SMETHWICK’S GARAGE, Carlisle:
“Morning, Missus. When you’ve got a minute…”
“Be right with you, officer. Just let me attend to this gentleman…twelve and sixpence, please, sir. Thank you. Good-bye….”
“How’s business?”
“Terrible as usual. What can I do for you?”
“Can we go in the office for a minute?”
“Aye, come on…now, then.”
“Take a look at this picture and tell me whether you’ve served that man with petrol recently.”
“Well, it shouldn’t be too difficult. It’s not as if we get hordes of customers passing through…ohh! D’you know, I think I have served him!”
“When?”
“Day before yesterday, in the morning.”
“How sure are you?”
“Well…he was older than the picture, but I’m pretty sure.”
“What was he driving?”
“A grey car. I’m no good on makes, this is my husband’s business really, but he’s in the Navy now.”
“Well, what did it look like?”
“It was the old sort, with a canvas roof that comes up. A two-seater.
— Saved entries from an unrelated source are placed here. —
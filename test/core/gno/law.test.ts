/**
 * GNO law: independent references and properties.
 * - jstat 1.9.6 lognormal (accurate in its body) through the lognormal link of Hosking & Wallis 1997 App. A.8; values recomputed with mpmath (40 digits) outside the repo:
 *   k < 0: X = g + LN(μ, σ) with σ = −k, g = ξ + α/k, μ = ln(−α/k); k > 0: −X is such a law for (−ξ, α, −k).
 * - Adaptive Simpson integration of the density (total mass, mean, variance, CDF, PWM-based τ3/τ4 computed from
 *   pdf and cdf only, a different route from lmoments.ts which integrates the quantile).
 * - Common-practice facts, edges, invalid input, seeded draws with a KS check (1% asymptotic critical value 1.63/√n,
 *   Smirnov 1948 table, common practice), and fast-check properties over seeded random parameter sets.
 */
import fc from "fast-check";
import * as G from "../../../src/core/gno";
import { normalCdf, normalQuantile } from "../../../src/core/normal";
import { uniformStream } from "../../../src/core/random";
import { jStat } from "../../refs/jstat";
import { P, describeParams, expectAbs, expectRel } from "./helpers";
import { adaptiveSimpson, integratePieces } from "./integration";

const FC = { seed: 20240611, numRuns: 200 };
const shapes = [-2.5, -1, -0.3, -0.04, -1e-6, 0, 1e-6, 0.04, 0.3, 1, 2.5];

describe("GNO ↔ shifted lognormal (jstat, Hosking & Wallis 1997 App. A.8; values recomputed with mpmath (40 digits) outside the repo link)", () => {
  // jstat's lognormal goes through its own erf (~1e-11 relative in the body, see test/core/normal): tolerance 1e-9
  // for F in the body (1e-4 ≤ F ≤ 1 − 1e-4); its density is a plain exp and agrees to 1e-12.
  const cases = [P(0.001, 0.01, -0.3), P(0, 1, -1), P(2, 0.5, -0.04), P(0.001, 0.01, 0.3), P(-1, 3, 1.5), P(0, 1, 0.04)];
  test.each(cases)("cdf, sf, pdf and quantile match the lognormal law at %p", (p) => {
    const k = p.shape;
    const s = Math.abs(k);
    const g = p.location + p.scale / k;
    const mu = Math.log(p.scale / s);
    const sign = k < 0 ? 1 : -1; // X = g + sign·LN
    for (const u of [1e-4, 0.001, 0.01, 0.1, 0.3, 0.5, 0.7, 0.9, 0.99, 0.999, 1 - 1e-4]) {
      const x = G.quantile(u, p);
      const v = sign * (x - g); // the lognormal variable
      const Fln = jStat.lognormal.cdf(v, mu, s);
      const F = sign > 0 ? Fln : 1 - Fln;
      const at = `x=${x} ${describeParams(p)}`;
      expectRel(`cdf ${at}`, G.cdf(x, p), F, 1e-9);
      expectRel(`sf ${at}`, G.sf(x, p), 1 - F, 1e-9);
      expectRel(`pdf ${at}`, G.pdf(x, p), jStat.lognormal.pdf(v, mu, s), 1e-12);
      const lnQ = jStat.lognormal.inv(sign > 0 ? u : 1 - u, mu, s);
      expectAbs(`quantile(${u}) ${describeParams(p)}`, x, g + sign * lnQ, 1e-8 * (Math.abs(x) + p.scale));
    }
  });
  test("mean and variance match jstat's lognormal moments", () => {
    for (const p of cases) {
      const k = p.shape;
      const s = Math.abs(k);
      const g = p.location + p.scale / k;
      const mu = Math.log(p.scale / s);
      const m = G.moments(p);
      // The reference forms g ± E[LN] and so cancels when |g| ≫ |mean|: allow 8ε·|g| absolute.
      const lnMean = jStat.lognormal.mean(mu, s);
      expectAbs(`mean ${describeParams(p)}`, m.mean, g + (k < 0 ? 1 : -1) * lnMean, 8 * 2 ** -52 * (Math.abs(g) + lnMean));
      expectRel(`var ${describeParams(p)}`, m.sd * m.sd, jStat.lognormal.variance(mu, s), 1e-12);
    }
  });
});

describe("GNO density integrated numerically (adaptive Simpson)", () => {
  const cases = [P(0, 1, 0), P(0.001, 0.01, -0.3), P(0.001, 0.01, 0.3), P(0, 1, 1), P(5, 2, -0.8), P(0, 1, 1e-9), P(-0.5, 0.2, 2)];
  // Breakpoints at quantiles; the far ones matter for the variance when |k| is large (x²f peaks at z = −2k).
  const TAIL = [1e-40, 1e-30, 1e-24, 1e-18, 1e-13, 1e-9, 1e-6];
  const U = [...TAIL, 1e-3, 0.02, 0.1, 0.3, 0.5, 0.7, 0.9, 0.98, 0.999];
  const UPPER = [...TAIL].reverse(); // upper-tail probabilities, placed with quantileUpper (1 − 1e-40 is 1 in doubles)
  test.each(cases)("mass 1, mean, variance, CDF and τ3/τ4 by PWMs at %p", (p) => {
    const breaks = [...U.map((u) => G.quantile(u, p)), ...UPPER.map((q) => G.quantileUpper(q, p))];
    const tol = 1e-12 * p.scale;
    const f = (x: number) => G.pdf(x, p);
    const mass = integratePieces(f, breaks, 1e-12);
    expectAbs(`mass ${describeParams(p)}`, mass, 1, 1e-10);
    const m = G.moments(p);
    const mean = integratePieces((x) => x * f(x), breaks, tol);
    expectAbs(`mean ${describeParams(p)}`, mean, m.mean, 1e-9 * (p.scale + Math.abs(m.mean)));
    const variance = integratePieces((x) => (x - m.mean) ** 2 * f(x), breaks, tol * p.scale);
    expectRel(`variance ${describeParams(p)}`, variance, m.sd * m.sd, 1e-8);
    for (const i of [7, 9, 11, 13]) {
      const x = breaks[i];
      expectAbs(`∫f up to quantile(${U[i]}) ${describeParams(p)}`, integratePieces(f, breaks.slice(0, i + 1), 1e-12), G.cdf(x, p), 1e-10);
    }
    // PWMs β_r = ∫ (x − ξ) F(x)^r f(x) dx (Hosking 1990) and λ2 = 2β1 − β0, λ3 = 6β2 − 6β1 + β0,
    // λ4 = 20β3 − 30β2 + 12β1 − β0; computed from pdf and cdf, not from the quantile integral in lmoments.ts.
    const beta = [0, 1, 2, 3].map((r) => integratePieces((x) => (x - p.location) * G.cdf(x, p) ** r * f(x), breaks, tol));
    const l2 = 2 * beta[1] - beta[0];
    const l3 = 6 * beta[2] - 6 * beta[1] + beta[0];
    const l4 = 20 * beta[3] - 30 * beta[2] + 12 * beta[1] - beta[0];
    const lm = G.lMoments(p);
    expectRel(`λ2 ${describeParams(p)}`, lm.l2, l2, 1e-9);
    expectAbs(`τ3 ${describeParams(p)}`, lm.t3, l3 / l2, 1e-9);
    expectAbs(`τ4 ${describeParams(p)}`, lm.t4, l4 / l2, 1e-9);
  });
});

describe("GNO common-practice facts", () => {
  test("shape 0 is the normal law N(ξ, α²)", () => {
    const p = P(0.3, 2, 0);
    for (const x of [-10, -1, 0, 0.3, 1.7, 9]) {
      expect(G.cdf(x, p)).toBe(normalCdf((x - 0.3) / 2));
    }
    for (const u of [1e-10, 0.05, 0.5, 0.975]) expect(G.quantile(u, p)).toBe(0.3 + 2 * normalQuantile(u));
    expect(G.edge(p)).toBeNull();
    const m = G.moments(p);
    expect([m.mean, m.sd, m.skewness, m.excessKurtosis]).toEqual([0.3, 2, 0, 0]);
  });
  test("k > 0: negative skew and an upper edge; k < 0: positive skew and a lower edge", () => {
    for (const k of [0.01, 0.3, 1, 2.5]) {
      const up = P(0, 1, k);
      const down = P(0, 1, -k);
      expect(G.moments(up).skewness).toBeLessThan(0);
      expect(G.lMoments(up).t3).toBeLessThan(0);
      expect(G.edge(up)).toEqual({ value: 1 / k, side: "upper" });
      expect(G.moments(down).skewness).toBeGreaterThan(0);
      expect(G.lMoments(down).t3).toBeGreaterThan(0);
      expect(G.edge(down)).toEqual({ value: -1 / k, side: "lower" });
    }
  });
  test("shape 0.04 → skewness ≈ −0.12 and excess kurtosis ≈ 0.026 (common practice, 2 digits)", () => {
    const m = G.moments(P(0, 1, 0.04));
    expectAbs("skewness", m.skewness, -0.12, 0.005);
    expectAbs("excess kurtosis", m.excessKurtosis, 0.026, 0.001);
  });
  test("moments are continuous through k = 0 and keep relative accuracy for subnormal-adjacent shapes", () => {
    const at0 = G.moments(P(1, 2, 0));
    for (const k of [1e-12, -1e-12, 1e-200, -1e-300]) {
      const m = G.moments(P(1, 2, k));
      expectRel(`sd k=${k}`, m.sd, at0.sd, 1e-15);
      // skewness = −3k + O(k³); mean = ξ − αk/2 + O(k³) (series of the closed forms).
      expectRel(`skewness k=${k}`, m.skewness, -3 * k, 1e-12);
      expectRel(`mean − ξ k=${k}`, G.lMoments(P(0, 2, k)).l1, -k, 1e-12);
    }
  });
});

describe("GNO support, edges and invalid input", () => {
  test("outside the support: density 0, CDF 0 or 1, logs ±Infinity/0, never NaN", () => {
    const up = P(0, 1, 0.5); // upper edge 2
    for (const x of [2, 2.0000000000000004, 3, 1e300, Infinity]) {
      expect([G.pdf(x, up), G.cdf(x, up), G.sf(x, up), G.logPdf(x, up), G.logCdf(x, up), G.logSf(x, up)]).toEqual([
        0, 1, 0, -Infinity, 0, -Infinity,
      ]);
      expect(G.inSupport(x, up)).toBe(false);
    }
    const low = P(0, 1, -0.5); // lower edge −2
    for (const x of [-2, -2.0000000000000004, -3, -1e300, -Infinity]) {
      expect([G.pdf(x, low), G.cdf(x, low), G.sf(x, low), G.logPdf(x, low), G.logCdf(x, low), G.logSf(x, low)]).toEqual([
        0, 0, 1, -Infinity, -Infinity, 0,
      ]);
      expect(G.inSupport(x, low)).toBe(false);
    }
    expect(G.inSupport(1.9999999999999998, up)).toBe(true);
    expect(G.inSupport(-1.9999999999999998, low)).toBe(true);
    expect(G.cdf(-Infinity, up)).toBe(0);
    expect(G.cdf(Infinity, low)).toBe(1);
    expect(G.pdf(Infinity, P(0, 1, 0))).toBe(0);
  });
  test("density is finite and ≥ 0 everywhere on a wide grid, for every shape", () => {
    for (const k of shapes) {
      const p = P(0, 1, k);
      for (let e = -300; e <= 300; e += 7) {
        for (const x of [10 ** e, -(10 ** e)]) {
          const d = G.pdf(x, p);
          if (!(d >= 0 && Number.isFinite(d))) throw new Error(`pdf(${x}) ${describeParams(p)} = ${d}`);
          const F = G.cdf(x, p);
          if (!(F >= 0 && F <= 1)) throw new Error(`cdf(${x}) ${describeParams(p)} = ${F}`);
        }
      }
    }
  });
  test("quantile at 0 and 1 gives the edge or ±Infinity; quantileUpper mirrors it", () => {
    expect(G.quantile(1, P(0, 1, 0.5))).toBe(2);
    expect(G.quantile(0, P(0, 1, 0.5))).toBe(-Infinity);
    expect(G.quantile(0, P(0, 1, -0.5))).toBe(-2);
    expect(G.quantile(1, P(0, 1, -0.5))).toBe(Infinity);
    expect(G.quantile(0, P(0, 1, 0))).toBe(-Infinity);
    expect(G.quantile(1, P(0, 1, 0))).toBe(Infinity);
    expect(G.quantileUpper(0, P(0, 1, 0.5))).toBe(2);
    expect(G.quantileUpper(1, P(0, 1, -0.5))).toBe(-2);
    for (const bad of [-0.1, 1.1, NaN]) expect(G.quantile(bad, P(0, 1, 0.2))).toBeNaN();
  });
  test("invalid parameters (scale ≤ 0, non-finite) give NaN results, no edge, no support", () => {
    for (const p of [P(0, 0, 0.1), P(0, -1, 0.1), P(NaN, 1, 0), P(0, 1, Infinity), P(0, Infinity, 0), P(0, 1, NaN)]) {
      expect(G.isValidParams(p)).toBe(false);
      for (const v of [G.cdf(0, p), G.sf(0, p), G.pdf(0, p), G.logPdf(0, p), G.logCdf(0, p), G.quantile(0.5, p), G.reducedVariate(0, p)]) {
        expect(v).toBeNaN();
      }
      expect(G.edge(p)).toBeNull();
      expect(G.inSupport(0, p)).toBe(false);
      expect(Number.isNaN(G.moments(p).mean) && Number.isNaN(G.lMoments(p).t3)).toBe(true);
      expect(Array.from(G.sample(p, 3, 1)).every(Number.isNaN)).toBe(true);
    }
    expect(G.isValidParams(P(0, 1e-300, -3))).toBe(true);
  });
  test("results are frozen plain objects", () => {
    expect(Object.isFrozen(G.moments(P(0, 1, 0.1)))).toBe(true);
    expect(Object.isFrozen(G.lMoments(P(0, 1, 0.1)))).toBe(true);
    expect(Object.isFrozen(G.edge(P(0, 1, 0.1)))).toBe(true);
  });
});

describe("GNO seeded draws", () => {
  test("same seed → same draws; another seed → different draws", () => {
    const p = P(0.001, 0.01, -0.3);
    expect(Array.from(G.sample(p, 1000, 7))).toEqual(Array.from(G.sample(p, 1000, 7)));
    expect(Array.from(G.sample(p, 10, 7))).not.toEqual(Array.from(G.sample(p, 10, 8)));
    expect(G.sample(p, 0, 1).length).toBe(0);
    expect(G.sample(p, -5, 1).length).toBe(0);
    expect(G.sample(p, 2.7, 1).length).toBe(2);
  });
  test("uniform stream stays strictly inside (0, 1) and draws stay inside the support", () => {
    const next = uniformStream(3);
    for (let i = 0; i < 100000; i++) {
      const u = next();
      if (!(u > 0 && u < 1)) throw new Error(`uniform ${u} at ${i}`);
    }
    const p = P(0, 1, 2.5);
    for (const x of G.sample(p, 100000, 11)) if (!G.inSupport(x, p)) throw new Error(`draw ${x} outside support`);
  });
  test("draws pass a KS test at their own parameters (D < 1.63/√n, the asymptotic 1% critical value)", () => {
    const n = 4000;
    const crit = 1.63 / Math.sqrt(n);
    const seeds = fc.sample(fc.tuple(fc.double({ min: -1, max: 1, noNaN: true }), fc.double({ min: 0.001, max: 5, noNaN: true }), fc.double({ min: -2.5, max: 2.5, noNaN: true })), { seed: 99, numRuns: 12 });
    seeds.forEach(([xi, a, k], i) => {
      const p = P(xi, a, k);
      const xs = Array.from(G.sample(p, n, 1000 + i)).sort((u, v) => u - v);
      let d = 0;
      xs.forEach((x, j) => {
        const F = G.cdf(x, p);
        d = Math.max(d, (j + 1) / n - F, F - j / n);
      });
      if (!(d < crit)) throw new Error(`KS D=${d} ≥ ${crit} for ${describeParams(p)} seed ${1000 + i}`);
    });
  });
});

describe("GNO properties over random parameter sets (fast-check, fixed seed)", () => {
  const paramsArb = fc.tuple(
    fc.double({ min: -100, max: 100, noNaN: true }),
    fc.double({ min: 1e-4, max: 100, noNaN: true }),
    fc.oneof(fc.double({ min: -3, max: 3, noNaN: true }), fc.constantFrom(0, 1e-12, -1e-12, 1e-9, -1e-6)),
  ).map(([xi, a, k]) => P(xi, a, k));

  test("CDF is monotone and inside [0, 1] along the quantile grid", () => {
    fc.assert(
      fc.property(paramsArb, (p) => {
        let prev = -Infinity;
        let prevF = 0;
        for (let u = 1e-6; u < 1; u += 0.01) {
          const x = G.quantile(u, p);
          const F = G.cdf(x, p);
          if (!(x >= prev && F >= prevF && F >= 0 && F <= 1)) return false;
          prev = x;
          prevF = F;
        }
        return true;
      }),
      FC,
    );
  });
  test("cdf(quantile(u)) = u and quantile(cdf(x)) = x in the body", () => {
    fc.assert(
      fc.property(paramsArb, fc.double({ min: 1e-6, max: 1 - 1e-6, noNaN: true }), (p, u) => {
        const x = G.quantile(u, p);
        // x itself is rounded to ~ε·|x|, which moves F by f(x)·ε·|x| (large when |ξ| ≫ α): that plus 1e-12 relative.
        const back = G.cdf(x, p);
        const tail = Math.min(u, 1 - u);
        const representation = 4 * 2 ** -52 * Math.abs(x) * G.pdf(x, p);
        if (!(Math.abs(back - u) <= 1e-12 * Math.max(tail, 1e-3) + representation + 1e-15)) throw new Error(`cdf(quantile(${u})) = ${back} ${describeParams(p)}`);
        const x2 = G.quantile(back, p);
        const scale = Math.abs(x) + p.scale * (1 + Math.abs(x - p.location) / p.scale);
        if (!(Math.abs(x2 - x) <= 1e-9 * scale)) throw new Error(`quantile(cdf(${x})) = ${x2} ${describeParams(p)}`);
        return true;
      }),
      FC,
    );
  });
  test("density ≥ 0 and F(b) − F(a) = ∫_a^b f for random intervals", () => {
    fc.assert(
      fc.property(paramsArb, fc.double({ min: 0.001, max: 0.5, noNaN: true }), fc.double({ min: 0.5, max: 0.999, noNaN: true }), (p, u1, u2) => {
        const a = G.quantile(u1, p);
        const b = G.quantile(u2, p);
        if (!(b > a)) return true;
        const integral = adaptiveSimpson((x) => G.pdf(x, p), a, b, 1e-11);
        return Math.abs(integral - (G.cdf(b, p) - G.cdf(a, p))) <= 1e-9 && G.pdf((a + b) / 2, p) >= 0;
      }),
      { seed: FC.seed, numRuns: 60 },
    );
  });
  test("1 − F and F sum to 1; ln F and ln(1 − F) agree with the logs of F and 1 − F", () => {
    fc.assert(
      fc.property(paramsArb, fc.double({ min: 1e-12, max: 1 - 1e-12, noNaN: true }), (p, u) => {
        const x = G.quantile(u, p);
        const F = G.cdf(x, p);
        const S = G.sf(x, p);
        return (
          Math.abs(F + S - 1) <= 4e-16 &&
          Math.abs(G.logCdf(x, p) - Math.log(F)) <= 1e-15 * Math.max(1, Math.abs(Math.log(F))) &&
          Math.abs(G.logSf(x, p) - Math.log(S)) <= 1e-15 * Math.max(1, Math.abs(Math.log(S)))
        );
      }),
      FC,
    );
  });
});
Sporty. It had a spare petrol tank bolted to the running board, and I filled that too.”
“Do you remember what he was wearing?”
“Not really…working clothes, I think.”
“A tall man?”
“Yes, taller than you.”
“Have you got a telephone?…”
WILLIAM DUNCAN was twenty-five years old, five-feet-ten, weighed a trim 150 pounds and was in first-class health. His open-air life and total lack of interest in tobacco, drink, late nights and loose living kept him that way. Yet he was not in the armed services.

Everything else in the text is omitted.